# Lights, Camera, Bollywood!!!! Pic Heavy



## hotmodelchiq (Apr 2, 2009)

One of my friends asked me to do a Bollywood inspired look!!! and I've never done one before! So I searched the net and this is what I came up with 
	

	
	
		
		

		
			





 Hope you like it!!! (I wanted to use more jewels but Korea is limited on arts and craft supplies
	

	
	
		
		

		
		
	


	




 )






EYES:
Uppity-Fluidline (for Base)
Blitz and Glitz~Fluidline
Gorgeous Gold~e/s
Soba~e/s
Fertile~e/s
Carbon~e/s
Vanilla~Piggie
Bountiful Brown~Powerpoint Eye pencil
Prep+Prime Lash 
Plush Black~Plushlash Mascara 
#22 lashes 
Dot~Beet Lip Pencil 
Craft stars 
Scotch Tape

BROWS:
Cinnamon~Brow Finisher
Lingering~Brow Pencil 
NC40~Moisture (blend outline brows) 

FACE:
Oil Control 
Prep+Prime Face 
NC40~Studio Tech Foundation (SO PALE IN WINTER!!!) 
MSF~Medium, Medium Dark 
Natural Flare~iridescent powder loose (highlight)
MSF~Global Glow (contour)

LIPS
NC 40 Foundation 
Medium blot powder 
Lip Conditioner Stick 
Naked Space L/g

Fake Henna
Sublime Culture~ Cremestick liner 






























http://i128.photobucket.com/albums/p...DSC02228-1.jpg


----------



## cupcake_x (Apr 2, 2009)

This is just incredible. The colors, blending, eyebrows.. It's just flawless and absolutely beautiful.

And you're also GORGEOUS!


----------



## shootout (Apr 2, 2009)

Wow
You are absolutely amazing.


----------



## Hilly (Apr 2, 2009)

Beautifully done!


----------



## Tahti (Apr 2, 2009)

You have a beautiful eye colour and your dreads are lovely!


----------



## BeccalovesMAC (Apr 2, 2009)

omg! u are friggen beautiful!  ppl prob stare at ur all the time. I'm jealous


----------



## MissVega (Apr 2, 2009)

GOrgeous makeup on a gorgeous girl!
Seriously that is just flawless!!

I am a bellydancer and have three performances this weekend coming. I WISH you could do my makeup!

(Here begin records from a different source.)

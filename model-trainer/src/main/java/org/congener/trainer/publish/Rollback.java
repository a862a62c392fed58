package org.congener.trainer.publish;

import org.congener.schemas.ModelManifest;
import org.congener.trainer.registry.PublishedModels;

/**
 * Makes an older version live again: its manifest, read from key {@code <version>}, written again under
 * {@code current} in one transaction, after checking all its factor and neighbour records are still there.
 */
public final class Rollback {
    private Rollback() {
    }

    /** @return the manifest now live */
    public static ModelManifest to(String version, PublishedModels models, ModelPublisher publisher) {
        ModelManifest manifest = models.versions().get(version);
        if (manifest == null) {
            throw new IllegalArgumentException("no version " + version + " is published; there are "
                    + models.versions().keySet());
        }
        if (!models.complete(version)) {
            throw new IllegalStateException("version " + version + " is incomplete on the broker: "
                    + models.factorCount(version) + " of " + manifest.itemCount() + " factor records and "
                    + models.neighbourCount(version) + " of " + manifest.neighbourCount() + " neighbour lists");
        }
        publisher.makeCurrent(manifest);
        return manifest;
    }
}
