package org.congener.trainer.publish;

/** A model version that must not go on the wire: a factor that is NaN or infinite, a count that does not add up. */
public final class InvalidModelException extends RuntimeException {
    public InvalidModelException(String message) {
        super(message);
    }
}
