package org.congener.trainer.publish;

import java.time.Instant;
import java.util.ArrayList;
import java.util.BitSet;
import java.util.List;
import java.util.Map;
import org.congener.core.factorisation.AlsModel;
import org.congener.core.factorisation.FactorMatrix;
import org.congener.core.factorisation.FixedFactors;
import org.congener.core.fusion.FusionSettings;
import org.congener.core.fusion.ManifestSettings;
import org.congener.core.fusion.NeighbourLists;
import org.congener.core.interactions.IdIndex;
import org.congener.core.interactions.Interaction;
import org.congener.core.interactions.InteractionLog;
import org.congener.core.interactions.InteractionWeights;
import org.congener.schemas.ItemFactors;
import org.congener.schemas.ItemNeighbours;
import org.congener.schemas.ModelManifest;
import org.congener.schemas.Neighbour;
import org.congener.schemas.SchemaIds;

/**
 * Turns a trained ALS model and the neighbour lists into the records of one version: factors of the
 * compounds with at least one interaction (the others have no factors worth the name), neighbour lists
 * of every compound that has neighbours, and the manifest with YᵀY over exactly the published rows.
 */
public final class ModelVersionBuilder {
    public static final String MEASURE = "lin";

    private ModelVersionBuilder() {
    }

    public static ModelVersion build(String version, InteractionLog log, AlsModel model, NeighbourLists neighbours,
                                     FusionSettings fusion, InteractionWeights weights,
                                     Map<String, Double> offlineMetrics) {
        IdIndex items = log.items();
        BitSet seen = new BitSet(items.size());
        for (Interaction i : log.interactions()) {
            seen.set(i.item());
        }
        FactorMatrix y = model.itemFactors();
        int rank = y.rank();
        List<ItemFactors> factors = new ArrayList<>();
        FactorMatrix published = new FactorMatrix(seen.cardinality(), rank);
        int row = 0;
        for (int i = seen.nextSetBit(0); i >= 0; i = seen.nextSetBit(i + 1)) {
            double[] v = y.row(i);
            float[] f = new float[rank];
            double[] asPublished = new double[rank];
            for (int c = 0; c < rank; c++) {
                f[c] = (float) v[c];
                asPublished[c] = f[c];
            }
            published.setRow(row++, asPublished);
            factors.add(new ItemFactors(SchemaIds.ITEM_FACTORS, version, items.id(i), f));
        }
        List<ItemNeighbours> lists = new ArrayList<>();
        if (neighbours != null) {
            for (int i = 0; i < items.size(); i++) {
                int[] ids = neighbours.neighbours(i);
                if (ids.length == 0) {
                    continue;
                }
                double[] sims = neighbours.similarities(i);
                List<Neighbour> out = new ArrayList<>(ids.length);
                for (int n = 0; n < ids.length; n++) {
                    out.add(new Neighbour(items.id(ids[n]), sims[n]));
                }
                lists.add(new ItemNeighbours(SchemaIds.ITEM_NEIGHBOURS, version, items.id(i), MEASURE, out));
            }
        }
        // YᵀY of the float values the streams app will read, so its fold-in matches the trainer's
        double[] gram = factors.isEmpty() ? new double[rank * rank] : FixedFactors.of(published).gram();
        List<Double> gramList = new ArrayList<>(gram.length);
        for (double g : gram) {
            if (!Double.isFinite(g)) {
                throw new InvalidModelException("YᵀY of " + version + " is not finite; the factors diverged");
            }
            gramList.add(g);
        }
        ModelManifest manifest = new ModelManifest(SchemaIds.MODEL_MANIFEST, version, Instant.now().toString(), rank,
                model.config().lambda(), model.config().alpha(), factors.size(), lists.size(), gramList, fusion.rule(),
                ManifestSettings.write(fusion, model.config(), weights), Map.copyOf(offlineMetrics),
                ModelPublisher.checksum(factors));
        return new ModelVersion(manifest, factors, lists);
    }
}
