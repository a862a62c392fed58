package org.congener.streams.api;

import java.io.IOException;
import java.net.URI;
import java.net.URLEncoder;
import java.net.http.HttpClient;
import java.net.http.HttpRequest;
import java.net.http.HttpResponse;
import java.nio.charset.StandardCharsets;
import java.time.Duration;
import java.util.Optional;

import org.apache.kafka.streams.state.HostInfo;
import org.congener.schemas.Json;
import org.congener.schemas.Suggestions;

/** Asks the instance that holds a researcher's list for it, over the same query API. */
final class RemoteSuggestions {

    /** Marks a forwarded request: the receiver answers from its own stores and never forwards again. */
    static final String FORWARDED_HEADER = "X-Congener-Forwarded";

    private static final Duration TIMEOUT = Duration.ofSeconds(5);

    private final HttpClient http = HttpClient.newBuilder().connectTimeout(TIMEOUT).build();

    Optional<Suggestions> fetch(HostInfo owner, String researcherId) {
        String id = URLEncoder.encode(researcherId, StandardCharsets.UTF_8).replace("+", "%20");
        URI uri = URI.create("http://" + owner.host() + ":" + owner.port() + "/researchers/" + id + "/suggestions");
        HttpRequest request = HttpRequest.newBuilder(uri).timeout(TIMEOUT).header(FORWARDED_HEADER, "1").GET().build();
        HttpResponse<byte[]> response;
        try {
            response = http.send(request, HttpResponse.BodyHandlers.ofByteArray());
        } catch (IOException e) {
            throw new SuggestionQueries.NotReadyException("the instance holding researcher '" + researcherId
                    + "' at " + owner.host() + ":" + owner.port() + " does not answer: " + e.getMessage());
        } catch (InterruptedException e) {
            Thread.currentThread().interrupt();
            throw new SuggestionQueries.NotReadyException("interrupted while asking " + owner.host() + ":" + owner.port());
        }
        if (response.statusCode() == 404) {
            return Optional.empty();
        }
        if (response.statusCode() != 200) {
            throw new SuggestionQueries.NotReadyException("the instance holding researcher '" + researcherId
                    + "' at " + owner.host() + ":" + owner.port() + " answered " + response.statusCode());
        }
        try {
            return Optional.of(Json.mapper().readValue(response.body(), Suggestions.class));
        } catch (IOException e) {
            throw new IllegalStateException("unreadable answer from " + owner.host() + ":" + owner.port(), e);
        }
    }
}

YOu're really talented! Love your eye colour too!


----------



## Dreamergirl3 (Apr 2, 2009)

WOW 
	

	
	
		
		

		
		
	


	




you are so damn gorgeous


----------



## preciouscharm (Apr 2, 2009)

SO pretty!! O.O


----------



## TISH1124 (Apr 2, 2009)

Very nice love love the eyes.....Great look...Flawless Blending


----------



## moopoint (Apr 2, 2009)

Seamless blending.. like wow.


----------



## K_ashanti (Apr 2, 2009)

i love it, your eyes are soooo pretty and i love your dreads!!!!


----------



## sn0wbunnie (Apr 2, 2009)

This is sooo beautiful!  TA-LENT!


----------



## kariii (Apr 2, 2009)

wow! seriously, i'm like stunned by how gorgeous you are!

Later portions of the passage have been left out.